Sailboats at Sunset, Hope, Peace, & The Shift
Cedar July 30th, 2007
Here’s a new painting for you:
Sailboats at Sunset
18″ x 36″ Oil on Canvas

It’s at times like these I wish I were a better writer. I’ve been undergoing a transformation that is hard to describe. There is an amorphous blob of energy building…in my mind? my body? (somewhere, it’s hard to say…maybe in my spirit, whatever that is.) This blob of energy is hard to define, but I know I’ve never quite felt anything like it in my life, and I know it is an impetus to action. And I know I am definitely going to use it as soon as I figure out what to do with it.

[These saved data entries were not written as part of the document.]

impl<'a> SharedFactor<'a> {
    /// Validates the design and factors its scaled union [X | Y] once.
    pub fn new(design: &'a Design) -> Result<SharedFactor<'a>, EngineError> {
        Self::build(design, false)
    }

    /// As [`SharedFactor::new`], and also keeps an orthonormal basis of the union regressors
    /// (n × min(n, p) more memory) so that the grid can be refitted on new outcome vectors
    /// without factoring X again (`inference::OutcomeRefit`).
    pub fn new_for_refits(design: &'a Design) -> Result<SharedFactor<'a>, EngineError> {
        Self::build(design, true)
    }

    fn build(design: &'a Design, keep_basis: bool) -> Result<SharedFactor<'a>, EngineError> {
        check_design(design)?;
        let (n, p, m) = (design.x.nrows(), design.x.ncols(), design.y.ncols());
        let x_scales: Vec<f64> = (0..p).map(|j| unit_scale(design.x.col(j))).collect();
        let y_scales: Vec<f64> = (0..m).map(|j| unit_scale(design.y.col(j))).collect();
        let mut z = Mat::<f64>::zeros(n, p + m);
        for (j, &s) in x_scales.iter().enumerate() {
            z.col_mut(j)
                .iter_mut()
                .zip(design.x.col(j).iter())
                .for_each(|(d, v)| *d = v / s);
        }
        for (j, &s) in y_scales.iter().enumerate() {
            z.col_mut(p + j)
                .iter_mut()
                .zip(design.y.col(j).iter())
                .for_each(|(d, v)| *d = v / s);
        }
        let coeff = householder_in_place(&mut z);
        let x_basis = keep_basis.then(|| thin_q(z.as_ref(), coeff.as_ref(), n.min(p)));
        let size = n.min(p + m);
        let mut r = Mat::<f64>::zeros(size, p + m);
        for j in 0..p + m {
            for i in 0..=j.min(size.saturating_sub(1)) {
                r[(i, j)] = z[(i, j)];
            }
        }
        let x_constant = (0..p)
            .map(|j| is_constant_nonzero(design.x.col(j)))
            .collect();
        let x_colsum = (0..p).map(|j| design.x.col(j).iter().sum()).collect();
        let tss = (0..m).map(|j| ModelTss::of(design.y.col(j))).collect();
        Ok(SharedFactor {
            design,
            x_scales,
            y_scales,
            r,
            x_constant,
            x_colsum,
            tss,
            ones_norm2: n as f64,
            rows: None,
            x_basis,
            route: CovarianceRoute::Auto,
            expected_models: None,
            moments: MomentStore::default(),
            row_products: RowProducts::Auto,
        })
    }

    /// Factors a design prepared by [`crate::absorb()`]: models fitted on it count the absorbed
    /// parameters in their degrees of freedom, follow the weights' conventions and report
    /// overall and within R² (see docs/methods.md, "Fixed effects and weights").
    pub fn absorbed(prepared: &'a AbsorbedDesign) -> Result<SharedFactor<'a>, EngineError> {
        let mut factor = SharedFactor::new(&prepared.design)?;
        let rows = &prepared.rows;
        factor.x_constant.clone_from(&rows.x_constant);
        factor.x_colsum.clone_from(&rows.x_root_sum);
        factor.ones_norm2 = rows.root_norm2;
        for (t, &total) in factor.tss.iter_mut().zip(&prepared.info.total_ss) {
            t.centred = total;
        }
        factor.rows = Some(rows);
        Ok(factor)
    }

    /// Upper-triangular factor of the scaled union [X | Y].
    pub(crate) fn union_r(&self) -> faer::MatRef<'_, f64> {
        self.r.as_ref()
    }

    /// 2-norm scale of each union column (the R columns are X divided by these).
    pub(crate) fn x_scales(&self) -> &[f64] {
        &self.x_scales
    }

    /// The kept orthonormal basis of the union columns, if built by
    /// [`SharedFactor::new_for_refits`].
    pub(crate) fn x_basis(&self) -> Option<faer::MatRef<'_, f64>> {
        self.x_basis.as_ref().map(|q| q.as_ref())
    }

    /// Chooses how residual-based covariance sums are computed (default
    /// [`CovarianceRoute::Auto`]). The numbers agree between routes to about 1e-8 relative.
    pub fn set_covariance_route(&mut self, route: CovarianceRoute) {
        self.route = route;
    }

    /// Chooses how the pass over rows forms its products (default [`RowProducts::Auto`]): the
    /// numbers agree between the two to rounding.
    pub fn set_row_products(&mut self, products: RowProducts) {
        self.row_products = products;
    }

    /// Announces how many models will be fitted on this factor over all calls, so that the
    /// automatic route choice weighs a one-off moment build against the whole grid rather than
    /// against one chunk.
    pub fn expect_models(&mut self, count: usize) {
        self.expected_models = Some(count);
    }

    /// How many models got their covariance sums from moments so far, and how many fell back
    /// to the row pass because a rounding bound was too loose.
    pub fn moment_stats(&self) -> MomentStats {
        self.moments.stats()
    }

    /// The design this factor belongs to.
    pub fn design(&self) -> &Design {
        self.design
    }

    /// Fits one model.
    pub fn fit(&self, model: &ModelSpec, opts: &FitOptions) -> Result<ModelFit, ModelError> {
        self.fit_many(std::slice::from_ref(model), opts)
            .pop()
            .expect("one result per model")
    }

    /// Fits many models in parallel (rayon); the output order is the input order, and the
    /// numbers do not depend on the number of threads.
    pub fn fit_many(
        &self,
        models: &[ModelSpec],
        opts: &FitOptions,
    ) -> Vec<Result<ModelFit, ModelError>> {
        self.fit_many_with_progress(models, opts, &|_| {})
    }

    /// As [`SharedFactor::fit_many`], calling `on_done(count)` after each finished batch with the
    /// number of models that batch held (the calls may come from several threads).
    pub fn fit_many_with_progress(
        &self,
        models: &[ModelSpec],
        opts: &FitOptions,
        on_done: &(dyn Fn(usize) + Sync),
    ) -> Vec<Result<ModelFit, ModelError>> {
        if let Err(e) = check_options(opts, self.design) {
            on_done(models.len());
            return vec![Err(e); models.len()];
        }
        let mut plan = Plan::new(self.design, opts);
        if let Some(rows) = self.rows {
            plan.absorbed_in_k = plan
                .groupings
                .iter()
                .map(|g| rows.absorbed_for_clustering(&g.codes))
                .collect();
        }
        let prepared = self.moments.prepare(
            self.design,
            &plan,
            self.rows,
            self.route,
            self.expected_models,
            models,
        );
        let batches = batch_bounds(models, &plan);
        let results: Vec<Vec<Result<ModelFit, ModelError>>> = batches
            .par_iter()
            .map(|&(start, end)| {
                let out = self.fit_batch(&models[start..end], opts, &plan, prepared.as_ref());
                on_done(end - start);
                out
            })
            .collect();
        let mut out = Vec::with_capacity(models.len());
        for batch in results {
            out.extend(batch);
        }
        out
    }

    fn fit_batch(
        &self,
        models: &[ModelSpec],
        opts: &FitOptions,
        plan: &Plan,
        prepared: Option<&Prepared<'_>>,
    ) -> Vec<Result<ModelFit, ModelError>> {
        let mut work = CoreWork::default();
        let cores: Vec<Result<CoreFit, ModelError>> = models
            .iter()
            .map(|m| self.core(m, opts, &mut work))
            .collect();
        // Moment sums where the route is on and the bound holds; the row pass for the rest.
        let mut moment_work = MomentWork::default();
        let from_moments: Vec<Option<Meats>> = cores
            .iter()
            .map(|c| {
                let (prep, core) = (prepared?, c.as_ref().ok()?);
                self.moments.meats(prep, core, plan, &mut moment_work)
            })
            .collect();
        let rest: Vec<&CoreFit> = cores
            .iter()
            .zip(&from_moments)
            .filter(|(_, m)| m.is_none())
            .filter_map(|(c, _)| c.as_ref().ok())
            .collect();
        let mut passed = row_pass(PassInput {
            x: self.design.x.as_ref(),
            y: self.design.y.as_ref(),
            x_colsum: &self.x_colsum,
            cores: &rest,
            plan,
            rows: self.rows,
            preference: self.row_products,
        })
        .into_iter();
        let mut tq = TQuantiles::new(opts.confidence_level);
        cores
            .into_iter()
            .zip(from_moments)
            .map(|(c, moment)| {
                let core = c?;
                let meat = match moment {
                    Some(m) => m,
                    None => passed.next().expect("one meat per core"),
                };
                finish(&core, &meat, plan, opts, &mut tq, self.rows)
            })
            .collect()
    }

    /// The small factorisation of one model: M = [R[:, S] | R[:, p + j]] in model order.
    fn core(
        &self,
        model: &ModelSpec,
        opts: &FitOptions,
        w: &mut CoreWork,
    ) -> Result<CoreFit, ModelError> {
        let design = self.design;
        let (n, p, m) = (design.x.nrows(), design.x.ncols(), design.y.ncols());
        check_model(model, p, m, n)?;
        let k = model.columns.len();
        let ycol = p + model.outcome;
        // R is upper triangular, so rows beyond the outcome's column are zero.
        let rows = self.r.nrows().min(ycol + 1);
        // Column c of R is zero below row c: copy its top and remember where it ends, so the
        // small QR skips the zeros.
        w.m.clear();
        w.m.resize(rows * (k + 1), 0.0);
        w.last.clear();
        for (j, &c) in model
            .columns
            .iter()
            .chain(std::iter::once(&ycol))
            .enumerate()
        {
            let top = (c + 1).min(rows);
            w.m[j * rows..j * rows + top].copy_from_slice(&self.r.col_as_slice(c)[..top]);
            w.last.push(top - 1);
        }
        let out = factor_in_order(
            &mut w.m,
            rows,
            k + 1,
            &w.last,
            opts.collinearity_tolerance,
            &mut w.kept,
            &mut w.qr,
        );
        let kk = out.kept;
        w.r.clear();
        w.r.resize(kk * kk, 0.0);
        for (q, &pos) in w.kept.iter().enumerate() {
            for i in 0..=q {
                w.r[i + q * kk] = w.m[pos * rows + i];
            }
        }
        w.qty.clear();
        w.qty.extend((0..kk).map(|i| w.m[k * rows + i]));
        w.scales.clear();
        w.scales
            .extend(model.columns.iter().map(|&c| self.x_scales[c]));
        w.sums.clear();
        w.sums
            .extend(model.columns.iter().map(|&c| self.x_colsum[c]));
        w.constant.clear();
        w.constant
            .extend(model.columns.iter().map(|&c| self.x_constant[c]));
        let parts = FactorParts {
            kept_pos: &w.kept,
            r: &w.r,
            qty: &w.qty,
            resid_norm: out.resid_norm,
            col_scales: &w.scales,
            y_scale: self.y_scales[model.outcome],
            col_constant: &w.constant,
            tss: self.tss[model.outcome],
            col_sums: &w.sums,
            ones_norm2: self.ones_norm2,
        };
        let mut core = core_from_factor(n, model, &parts, &design.x_names, opts, &mut w.condition)?;
        if needs_refinement(&core) {
            let y = design.y.col(model.outcome);
            refine(&mut core, design.x.as_ref(), y, opts, &mut w.resid)?;
        }
        Ok(core)
    }
}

Maybe it will come out through my artwork, or maybe in other areas of my life. Maybe I’m using it already just by talking about it. It is big and it is positive! Maybe what I’m describing is just HOPE, plain and simple.
If you haven’t seen this yet, it’s worth watching, and it touches on this thing that has been happening inside me:
(It’s a video, about 5 minutes long.)
http://theshiftmovie.com/index2.html
Also, if you have not seen the movie The U.S. vs. John Lennon, I recommend it. If you’re just a little bit older than me, you were there when John Lennon was alive. When he died, I was a 6-week-old fetus in the womb.
Ever since I was a teenager I have envied the previous generation for having things like John Lennon. When compared to the previous generation, I think my generation is just as angry about war and injustice and all the evil things we see and hear about, and I think we’re just as good and we want good changes to happen just as much.
The difference is, we have somehow been conditioned to believe there is nothing we can do, and we don’t seem to have many people like John Lennon to remind us that feelings of anger and futility just exacerbate the problem, and that channeling our energy constructively, even if it doesn’t result in direct change (which it can) is still a lot better than feeling hopeless all the time.
Feelings of hopelessness have been festering inside me for years, fueled every time I hear about or see lives destroyed for no reason, the environment damaged for greed, people in power stepping on everyone else to get ahead–and on a smaller, more localized level, people around me full of hatred, disgust and apathy, fighting with each other over petty differences.
Ignorance, violence, greed and hatred–nasty, terrible things are everywhere I look, and it’s easy to get into the habit of believing that I’m just an ordinary person and there’s nothing I can do about any of it. But I am now starting to believe that ordinary people can make real changes by doing ordinary things. These things can be as simple as changing our attitudes or encouraging others to be positive. It can be as simple as recognizing that you have a voice and deciding to use it.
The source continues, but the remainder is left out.